[Saved data entries]
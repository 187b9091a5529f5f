package org.hazewright.files;

import static org.junit.jupiter.api.Assertions.assertArrayEquals;
import static org.junit.jupiter.api.Assertions.assertEquals;
import static org.junit.jupiter.api.Assertions.assertFalse;
import static org.junit.jupiter.api.Assertions.assertThrows;
import static org.junit.jupiter.api.Assertions.assertTrue;
import static org.junit.jupiter.api.Assumptions.assumeTrue;

import java.io.IOException;
import java.nio.charset.StandardCharsets;
import java.nio.file.AccessDeniedException;
import java.nio.file.FileSystemException;
import java.nio.file.Files;
import java.nio.file.Path;
import java.nio.file.ReadOnlyFileSystemException;
import java.nio.file.attribute.PosixFilePermissions;
import java.util.List;
import java.util.Random;
import java.util.stream.Stream;
import org.hazewright.files.SafeFile.Overwrite;
import org.junit.jupiter.api.Test;
import org.junit.jupiter.api.io.TempDir;

class SafeFileTest {
    @TempDir
    Path folder;

    @Test
    void writesAndReplacesAndLeavesNothingElseBehind() throws IOException {
        Path file = folder.resolve("new").resolve("deep").resolve("a.toml");
        SafeFile.write(file, "µ = 1\n", Overwrite.NEVER);
        assertEquals("µ = 1\n", Files.readString(file, StandardCharsets.UTF_8));
        SafeFile.write(file, "b = 2\n", Overwrite.REPLACE);
        assertEquals("b = 2\n", Files.readString(file));
        assertEquals(List.of("a.toml"), names(file.getParent()));
    }

    @Test
    void theDefaultPermissionsAreThoseOfAnyNewFileAndStayWhenReplaced() throws IOException {
        assumeTrue(Files.getFileStore(folder).supportsFileAttributeView("posix"));
        Path plain = Files.writeString(folder.resolve("plain"), "");
        Path file = folder.resolve("a.toml");
        SafeFile.write(file, "a", Overwrite.REPLACE);
        assertEquals(Files.getPosixFilePermissions(plain), Files.getPosixFilePermissions(file));
        Files.setPosixFilePermissions(file, PosixFilePermissions.fromString("rw-rw-r--"));
        SafeFile.write(file, "b", Overwrite.REPLACE);
        assertEquals("rw-rw-r--", PosixFilePermissions.toString(Files.getPosixFilePermissions(file)));
    }

    @Test
    void thePreviousVersionIsKeptWhenAskedFor() throws IOException {
        Path file = folder.resolve("a.recipe.toml");
        SafeFile.write(file, "1", Overwrite.KEEP_PREVIOUS);
        assertEquals(List.of("a.recipe.toml"), names(folder));
        SafeFile.write(file, "2", Overwrite.KEEP_PREVIOUS);
        SafeFile.write(file, "3", Overwrite.KEEP_PREVIOUS);
        assertEquals("3", Files.readString(file));
        assertEquals("2", Files.readString(folder.resolve("a.recipe.toml.previous")));
        assertEquals(List.of("a.recipe.toml", "a.recipe.toml.previous"), names(folder));
    }

    @Test
    void aFileThatIsThereStaysWhenAskedFor() throws IOException {
        Path file = Files.writeString(folder.resolve("a.toml"), "mine");
        assertTrue(failure(file, Overwrite.NEVER).contains("is already there and was not touched"));
        assertEquals("mine", Files.readString(file));
    }

    @Test
    void aLinkIsFollowedAndKept() throws IOException {
        Path real = Files.writeString(folder.resolve("real.toml"), "old");
        Path link = link(folder.resolve("link.toml"), real);
        SafeFile.write(link, "new", Overwrite.REPLACE);
        assertTrue(Files.isSymbolicLink(link));
        assertEquals("new", Files.readString(real));
        Path astray = link(folder.resolve("astray.toml"), folder.resolve("nowhere"));
        assertTrue(failure(astray, Overwrite.REPLACE).contains("a link that leads nowhere"));
    }

    @Test
    void foldersDevicesAndPathsThroughFilesAreRefused() throws IOException {
        assertTrue(failure(folder, Overwrite.REPLACE).contains("is a folder"));
        Path file = Files.writeString(folder.resolve("a.toml"), "mine");
        String through = failure(file.resolve("b.toml"), Overwrite.REPLACE);
        assertTrue(through.contains("already there as something else"), through);
        assertEquals(List.of("a.toml"), names(folder));
        Path device = Path.of("/dev/null");
        assumeTrue(Files.exists(device));
        assertTrue(failure(device, Overwrite.REPLACE).contains("a device"));
        assertFalse(Files.isRegularFile(device));
    }

    @Test
    void aTooLongNameIsOneMessage() {
        String message = failure(folder.resolve("x".repeat(400)), Overwrite.REPLACE);
        assertTrue(message.contains("too long"), message);
    }

    @Test
    void aFolderThatLetsNobodyWriteIsOneMessage() throws IOException {
        assumeTrue(Files.getFileStore(folder).supportsFileAttributeView("posix"));
        Path locked = Files.createDirectory(folder.resolve("locked"));
        Files.setPosixFilePermissions(locked, PosixFilePermissions.fromString("r-xr-xr-x"));
        assumeTrue(!Files.isWritable(locked), "an administrator may write everywhere");
        assertTrue(failure(locked.resolve("a"), Overwrite.REPLACE).contains("Choose a folder of your own"));
    }

    @Test
    void whatTheSystemSaysIsSaidPlainly() {
        Path file = folder.resolve("a.toml");
        assertTrue(SafeFile.plain(file, new FileSystemException("a", null, "No space left on device"))
                .contains("the disk is full"));
        assertTrue(
                SafeFile.plain(file, new IOException("No space left on device")).contains("the disk is full"));
        assertTrue(SafeFile.plain(file, new FileSystemException("a", null, "Disk quota exceeded"))
                .contains("the disk is full"));
        assertTrue(SafeFile.plain(file, new FileSystemException("a", null, "Read-only file system"))
                .contains("read-only"));
        assertTrue(SafeFile.plain(file, new ReadOnlyFileSystemException()).contains("read-only"));
        assertTrue(SafeFile.plain(file, new AccessDeniedException("a")).contains("does not let you write"));
        assertTrue(SafeFile.plain(
                        file,
                        new FileSystemException(
                                "a",
                                null,
                                "The process cannot access the file because it is being used by another process"))
                .contains("another program has it open"));
    }

    @Test
    void aWriterKilledAtAnyMomentLeavesOneWholeVersion() throws Exception {
        Path file = folder.resolve("record.toml");
        SafeFile.write(file, KilledWriter.version(0), Overwrite.REPLACE);
        Random random = new Random(20260301);
        for (int round = 0; round < 6; round++) {
            Process writer = new ProcessBuilder(
                            Path.of(System.getProperty("java.home"), "bin", "java")
                                    .toString(),
                            "-cp",
                            System.getProperty("java.class.path"),
                            KilledWriter.class.getName(),
                            file.toString())
                    .redirectErrorStream(true)
                    .start();
            assertEquals('w', writer.getInputStream().read(), "the writer has begun");
            Thread.sleep(random.nextInt(120));
            writer.destroyForcibly().waitFor();
            byte[] found = Files.readAllBytes(file);
            assertEquals(KilledWriter.LENGTH, found.length);
            assertArrayEquals(KilledWriter.version(found[0] - 'a'), found);
        }
    }

    /** Writes a file over and over, each version of one letter only. */
    static final class KilledWriter {
        static final int LENGTH = 300_000;

        static byte[] version(int i) {
            byte[] bytes = new byte[LENGTH];
            java.util.Arrays.fill(bytes, (byte) ('a' + i));
            return bytes;
        }

        public static void main(String[] args) {
            Path file = Path.of(args[0]);
            for (int i = 0; ; i = (i + 1) % 26) {
                SafeFile.write(file, version(i), Overwrite.REPLACE);
                System.out.print('w');
                System.out.flush();
            }
        }
    }

    private static Path link(Path link, Path to) {
        try {
            return Files.createSymbolicLink(link, to);
        } catch (IOException | UnsupportedOperationException e) {
            assumeTrue(false, "this system makes no links");
            return link;
        }
    }

    private static String failure(Path file, Overwrite policy) {
        return assertThrows(WriteFailure.class, () -> SafeFile.write(file, "x", policy))
                .getMessage();
    }

    private static List<String> names(Path of) throws IOException {
        try (Stream<Path> entries = Files.list(of)) {
            return entries.map(p -> p.getFileName().toString()).sorted().toList();
        }
    }
}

- **Required action**
Restate verbatim all lines from the start of the data through the line containing "import java.io.IOException;", with both ends kept.

- **Answer to this problem**
repository 187b9091a5529f5f
package org.hazewright.files;

import static org.junit.jupiter.api.Assertions.assertArrayEquals;
import static org.junit.jupiter.api.Assertions.assertEquals;
import static org.junit.jupiter.api.Assertions.assertFalse;
import static org.junit.jupiter.api.Assertions.assertThrows;
import static org.junit.jupiter.api.Assertions.assertTrue;
import static org.junit.jupiter.api.Assumptions.assumeTrue;

import java.io.IOException;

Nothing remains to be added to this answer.